____ DATASET EXCERPTS

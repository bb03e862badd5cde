"""The ligand catalogue: coverage, RDKit sanity of every SMILES, counts, errors."""

from __future__ import annotations

import pytest
from rdkit import Chem
from rdkit.Chem.rdMolDescriptors import CalcMolFormula

from enumerator.errors import InputError, RuleError
from enumerator.rules.ligands import find_ligand, load_ligands
from enumerator.rules.ruleset import load_rules

RS = load_rules()
CAT = load_ligands(RS)

# The ligands named in issue 4 (common practice: the usual abbreviations of the trade).
ISSUE_LIST = [
    "CO",
    "CN",
    "NO",
    "Cl",
    "Br",
    "I",
    "F",
    "H",
    "Me",
    "Ph",
    "NH3",
    "H2O",
    "py",
    "MeCN",
    "PPh3",
    "PMe3",
    "PMe2Ph",
    "PCy3",
    "P(OMe)3",
    "CNtBu",
    "en",
    "bpy",
    "phen",
    "acac",
    "ox",
    "dppe",
    "dppm",
    "dmpe",
    "tacn",
    "terpy",
    "dien",
    "Cp",
    "Cp*",
    "C6H6",
    "p-cymene",
]


def test_size_and_issue_list():
    assert len(CAT) >= 60
    for name in ISSUE_LIST + [
        "13CO",
        "C18O",
        "13C18O",
        "NObent",
        "N2",
        "CS",
        "C2H4",
        "NO2",
        "ONO",
        "SCN",
        "NCS",
        "NCMe",
    ]:
        find_ligand(RS, name)


@pytest.mark.parametrize("name", sorted(CAT))
def test_rdkit_sanity(name):
    """Every SMILES parses and sanitises in RDKit (reference library), its formal
    charge is the ionic-model charge, and map numbers 1..n sit on donor atoms."""
    e = CAT[name]
    mol = Chem.MolFromSmiles(e.smiles)
    assert mol is not None
    assert Chem.GetFormalCharge(mol) == e.charge
    maps = {a.GetAtomMapNum(): a.GetSymbol() for a in mol.GetAtoms() if a.GetAtomMapNum()}
    assert sorted(maps) == list(range(1, e.bound_atoms + 1))
    assert set(maps.values()) <= set(e.donors)
    assert e.electrons_ionic - e.electrons_covalent == -e.charge  # Crabtree, ch. 2: X ligands 1e covalent / 2e ionic


@pytest.mark.parametrize(
    "name, formula",
    [
        ("PPh3", "C18H15P"),  # triphenylphosphine, common practice
        ("Cp", "C5H5-"),  # cyclopentadienide
        ("acac", "C5H7O2-"),  # acetylacetonate
        ("bpy", "C10H8N2"),
        ("phen", "C12H8N2"),
        ("terpy", "C15H11N3"),
        ("dppe", "C26H24P2"),
        ("p-cymene", "C10H14"),
        ("Tp", "C9H10BN6-"),  # hydrotris(pyrazolyl)borate, from memory
        ("ox", "C2O4-2"),
    ],
)
def test_molecular_formulas(name, formula):
    """Hill formulas from RDKit match the textbook formula of the free ligand."""
    assert CalcMolFormula(Chem.MolFromSmiles(CAT[name].smiles)) == formula


def test_isotopologues_carry_isotopes():
    def iso(name):
        m = Chem.MolFromSmiles(CAT[name].smiles)
        return {a.GetSymbol(): a.GetIsotope() for a in m.GetAtoms()}

    assert iso("13CO") == {"C": 13, "O": 0}
    assert iso("C18O") == {"C": 0, "O": 18}
    assert iso("13C18O") == {"C": 13, "O": 18}
    assert all(CAT[n].reporter == "CO" for n in ("CO", "13CO", "C18O", "13C18O"))


def test_nitrosyl_counts():
    # Crabtree, The Organometallic Chemistry of the Transition Metals, ch. 4: linear NO is a
    # 3-electron (covalent) / NO+ 2-electron (ionic) ligand, bent NO 1-electron / NO- 2-electron.
    lin, bent = CAT["NO"], CAT["NObent"]
    assert (lin.charge, lin.electrons_covalent, lin.electrons_ionic, lin.nitrosyl) == (1, 3, 2, "linear")
    assert (bent.charge, bent.electrons_covalent, bent.electrons_ionic, bent.nitrosyl) == (-1, 1, 2, "bent")
    # Cp: 5-electron covalent, 6-electron Cp- ionic (Crabtree, ch. 2)
    assert (CAT["Cp"].electrons_covalent, CAT["Cp"].electrons_ionic, CAT["Cp"].hapticity) == (5, 6, 5)


def test_kinds():
    k = CAT["Cp"].kind()
    assert k.ring and k.donors == ("C", "C", "C") and dict(k.meta)["hapticity"] == 5
    assert CAT["tacn"].kind().arrangements == frozenset({"fac"})  # common practice: tacn binds facially
    assert CAT["terpy"].kind().arrangements == frozenset({"mer"})  # planar terpy binds meridionally
    assert CAT["dien"].kind().arrangements == frozenset()  # either
    assert CAT["gly"].kind().donors == ("N", "O")


def test_lookup_and_errors():
    assert find_ligand(RS, "C5H5").name == "Cp"
    assert find_ligand(RS, "pph3").name == "PPh3"
    with pytest.raises(InputError) as exc:
        find_ligand(RS, "PPh4")
    assert "PPh3" in exc.value.line()


def _user(tmp_path, body):
    (tmp_path / "ligands.toml").write_text(body, encoding="utf-8")
    return load_rules([tmp_path])


GOOD = """[[ligand]]
name = "PPh3"
label = "triphenylphosphine (user)"
smiles = "[P:1](c1ccccc1)(c1ccccc1)c1ccccc1"
donors = ["P"]
denticity = 1
charge = 0
electrons_covalent = 2
electrons_ionic = 2
"""


def test_user_file_overrides(tmp_path):
    rs = _user(tmp_path, GOOD)
    assert load_ligands(rs)["PPh3"].label == "triphenylphosphine (user)"


@pytest.mark.parametrize(
    "change, words",
    [
        (("[P:1](c1", "[P:1](c9"), "RDKit cannot parse"),
        (("charge = 0", "charge = -1"), "must equal -charge"),
        (("[P:1]", "[P]"), "marks atoms"),
        (('donors = ["P"]', 'donors = ["N"]'), "donor 1"),
        (("denticity = 1", 'denticity = 1\nreporters = "CO"'), "unknown key"),
    ],
)
def test_user_file_errors(tmp_path, change, words):
    with pytest.raises(RuleError) as exc:
        load_ligands(_user(tmp_path, GOOD.replace(*change)))
    assert words in exc.value.line() and "ligands.toml" in exc.value.line()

________

#### GOAL OF THE EXERCISE
Identify all lines in the records above with the word "raises".

#### SOLUTION TO THE EXERCISE
    with pytest.raises(InputError) as exc:
    with pytest.raises(RuleError) as exc:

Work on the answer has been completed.